297 blob_reset(&delta);
Black box — blob_reset(pBlob): frees a Blob's contents, leaving it empty. The raw delta has been consumed by blob_delta_apply, so its memory is released here.
298 if( (mx-n)%8==0 ){
299 content_cache_insert(a[n+1], pBlob);
300 }else{
301 blob_reset(pBlob);
302 }
The every-8th cache insert. (mx-n) is how far down the chain we have walked. Every eighth step, black box — content_cache_insert(rid, pBlob): stores the freshly rebuilt artifact in the shared content cache (it mutates the global cache). Caching every artifact would bloat memory; caching one in eight seeds enough waypoints that future walks stop early. The other seven steps just blob_reset(pBlob) — free the intermediate result before overwriting it.
303 *pBlob = next;
*pBlob = next writes the just-rebuilt artifact back through the pointer, making it the source for the next step down. This line runs only on a successful delta apply — the surprise branch above skips it.
304 }
305 }
306 n--;
307 }
308 free(a);
309 if( !rc ) blob_reset(pBlob);
310 }
311 if( rc==0 ){
312 bag_insert(&contentCache.missing, rid);
313 }else{
314 bag_insert(&contentCache.available, rid);
315 }
Record the outcome. Black box — bag_insert(&set, rid): adds rid to a set. A failed reconstruction joins contentCache.missing so the first early-out skips it next time; a success joins contentCache.available. The function teaches the cache as a side effect of every call.
316 return rc;
317}

▸ Click any underlined term for the C explained.
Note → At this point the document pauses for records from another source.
"""Population models and simulated data.

Population values come from the model file: ``start`` (or ``fix``) statements give
them, in the model's own units.  Every free parameter without one takes a default
defined on the standardized metric, whatever the model's scaling: standardized
loadings .7 (.7 / sqrt(k) for an item on k factors; negative for items a ``reversed``
statement declares reverse-keyed), factor correlations .3 (paths of
.7 from a higher-order factor), residual covariances 0, and each item's variance 1.
That standardized population is converted to the model's own parameterization
(marker, variance or effects scaling, fixed values, equal parameters) by fitting the
model to its covariance matrix, which the model reproduces exactly.  Values the model
file gives replace the defaults; the remaining defaults then follow the factor
variances in force (a defaulted loading keeps its standardized value, a defaulted
factor covariance its correlation of .3), and residual variances without a value are
set so that each item's variance stays 1.
"""

from __future__ import annotations

from dataclasses import dataclass
from enum import Enum

import numpy as np
import pandas as pd
from cfa_tool.data.csv_convention import PLAIN, CsvConvention, convention_in
from cfa_tool.numbers import rounded_number, user_number
from cfa_tool.model.parameters import no_mean_statements, one_group_only
from cfa_tool.numerics.linalg import log_det_pd
from cfa_tool.numerics import distributions as dist

from cfa_tool import options as check
from cfa_tool.errors import ModelError, OptionError, printable
from cfa_tool.language.spec import Spec
from cfa_tool.model.implied import ModelMatrices, StructuredModel
from cfa_tool.model.parameters import (ParameterTable, as_written, given_entries, build_parameter_table,
                                      given_values_possible, impossible_fixed_values)
from cfa_tool.numerics.plain import journal_decimal
from cfa_tool.views import Presentable

#: Defaults on the standardized metric
STANDARDIZED_LOADING = 0.7
FACTOR_CORRELATION = 0.3


class ItemMeans(Enum):
    """Where the items' population means come from."""

    CENTRED = "every item centred at 0 (a population from the model file)"
    INTERCEPTS = "the earlier fit's intercepts (and factor means)"
    SAMPLE_MEANS = "the item means of the rows the earlier fit was fitted to (it estimated no intercepts)"
    UNKNOWN = "not known to the earlier fit (summary statistics without means): every item centred at 0"
    THRESHOLDS = "set by the earlier fit's thresholds"
    CUT = "set by the thresholds that cut their latent responses into categories (answers 1 to k)"


class ValueSource(Enum):
    """Where a population value came from (the population table's 'From' column and its JSON 'from')."""

    DEFAULT = "default"
    START = "start"  # a 'start' statement of the model file
    FIXED = "fix"  # a 'fix' statement of the model file
    SCALE = "scale (fixed)"  # fixed to give a factor its scale
    EARLIER_FIT = "earlier fit"
    EQUAL = "equal"  # an 'equal' statement holds it at the value of the parameter its row's 'equal_to' names


@dataclass(frozen=True, eq=False)
class Population:
    """A model's population values, from which samples are simulated."""
    spec: Spec
    table: ParameterTable
    theta: np.ndarray
    sigma: np.ndarray
    defaulted: tuple[str, ...]  # labels of the parameters that took default values
    fitted_from: str | None = None  # the earlier fit the values come from (None: the model file and defaults)
    #: ordinal items: each item's thresholds on its standardized latent response, in model order of the items (None:
    #: every item continuous); set by an earlier ordinal fit or by a number of categories
    thresholds: dict[str, np.ndarray] | None = None
    #: the continuous items' means, in model order of the items (None: every item centred at 0), and their source
    means: np.ndarray | None = None
    means_from: ItemMeans = ItemMeans.CENTRED
    #: an earlier fit of a correlation matrix without standard deviations: values in standard-deviation units
    standard_units: bool = False
    #: what the earlier fit's data had that simulated rows do not (its sampling design, its missing answers)
    not_carried: tuple[str, ...] = ()
    #: the thresholds are those of equally likely categories (--categories), not of the earlier fit
    equal_categories: bool = False
    #: an earlier continuous fit's values put on the scale of latent responses of variance 1
    #: (:func:`on_latent_response_scale`), for items cut into categories and fitted as ordinal
    standardized: bool = False
    #: the answer codes of the earlier ordinal fit's items, lowest first, one more than its thresholds (0 to 10, or
    #: 1, 2, 4, 5 with 3 never chosen), which simulated answers are written in so that the file reads back with that
    #: fit (hostile s22: written 1 to k, which scores --from-fit of the same fit refused); None: answers 1 to k
    answer_codes: dict[str, tuple[float, ...]] | None = None
    #: how the data file of the earlier fit was written (data.csv_convention: its separator, decimal mark and
    #: byte-order mark), in which simulated rows and report tables are written, as every CSV file made from that data
    #: file; commas and points without one (a model file's values, a fit of a workbook or of summary statistics)
    csv_convention: CsvConvention = PLAIN

    @property
    def ordinal_items(self) -> tuple[str, ...]:
        return tuple(x for x in self.observed if self.thresholds and x in self.thresholds)

    @property
    def observed(self) -> tuple[str, ...]:
        return self.table.observed

    def values(self) -> list[dict]:
        """Each parameter's population value, unstandardized and standardized, whether it was a default and
        where it came from (a :class:`ValueSource` word), for the report and JSON: the free parameters, those an
        'equal' statement holds equal to one of them (from 'equal', with ``equal_to``: the kind and variables of the
        parameter whose row gives the shared value's source), and the values the model fixes (its 'fix' statements
        and the values that set each factor's scale)."""
        from cfa_tool.assessment.standardized import standardize_entries

        model = StructuredModel(self.table)
        entries = model.entry_values(self.theta)
        codes, rows, cols = self.table.entry_arrays()
        standardized = standardize_entries(model.matrices(self.theta), codes, rows, cols, entries)[0]
        defaulted = set(self.defaulted)
        out, first = [], {}  # each free parameter's first entry: (kind, variables)
        for e, par in enumerate(self.table.parameters):
            if not par.free:
                if par.kind not in ("intercept", "mean", "threshold") and par.origin in ("user", "scale"):
                    source = ValueSource.SCALE if par.origin == "scale" else ValueSource.FIXED
                    out.append({"kind": par.kind, "variables": list(par.variables), "value": float(entries[e]),
                                  "standardized": float(standardized[e]), "default": False, "from": source.value})
                continue
            if par.terms[0][0] in first:
                kind, variables = first[par.terms[0][0]]
                out.append({"kind": par.kind, "variables": list(par.variables), "value": float(entries[e]),
                            "standardized": float(standardized[e]), "default": False,
                            "from": ValueSource.EQUAL.value, "equal_to": {"kind": kind, "variables": list(variables)}})
                continue
            first[par.terms[0][0]] = (par.kind, par.variables)
            default = self.table.free_labels[par.terms[0][0]] in defaulted
            source = (ValueSource.EARLIER_FIT if self.fitted_from is not None else ValueSource.DEFAULT if default
                      else ValueSource.START)
            out.append({"kind": par.kind, "variables": list(par.variables), "value": float(entries[e]),
                        "standardized": float(standardized[e]), "default": default, "from": source.value})
        if self.means is not None:  # each item's population mean; standardized: in its standard deviations
            out.extend({"kind": "item_mean", "variables": [x], "value": float(mu),
                        "standardized": float(mu / np.sqrt(self.sigma[k, k])), "default": False,
                        "from": ValueSource.EARLIER_FIT.value}
                       for k, (x, mu) in enumerate(zip(self.observed, self.means)) if x not in self.ordinal_items)
        chosen = self.fitted_from is None or self.equal_categories  # by the number of categories, not a fit
        for item in self.ordinal_items:  # on the latent response's scale (variance 1): standardized already
            out.extend({"kind": "threshold", "variables": [item, str(step + 1)], "value": float(tau),
                        "standardized": float(tau), "default": chosen,
                        "from": (ValueSource.DEFAULT if chosen else ValueSource.EARLIER_FIT).value}
                       for step, tau in enumerate(self.thresholds[item]))
        return out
Leaving content_get, you now know

  • The function has one shape: walk up the delta chain to an anchor, then apply deltas back down — cache early-outs and error checks wrap that core, nothing more.
  • It iterates rather than recurses for the walk — an explicit list a[] instead of nested calls. The single remaining recursive call (content_get(a[n], pBlob)) resolves the anchor, and works for both a true base and a cache hit.
  • It caches every 8th rebuilt artifact: caching all of them would bloat memory, caching none would re-walk the full chain each time — one in eight seeds enough waypoints to keep future walks short.
  • A delta chain that loops back on itself triggers a fossil_panic — detected by the chain growing longer than the repository has blobs, it fails loudly instead of spinning forever.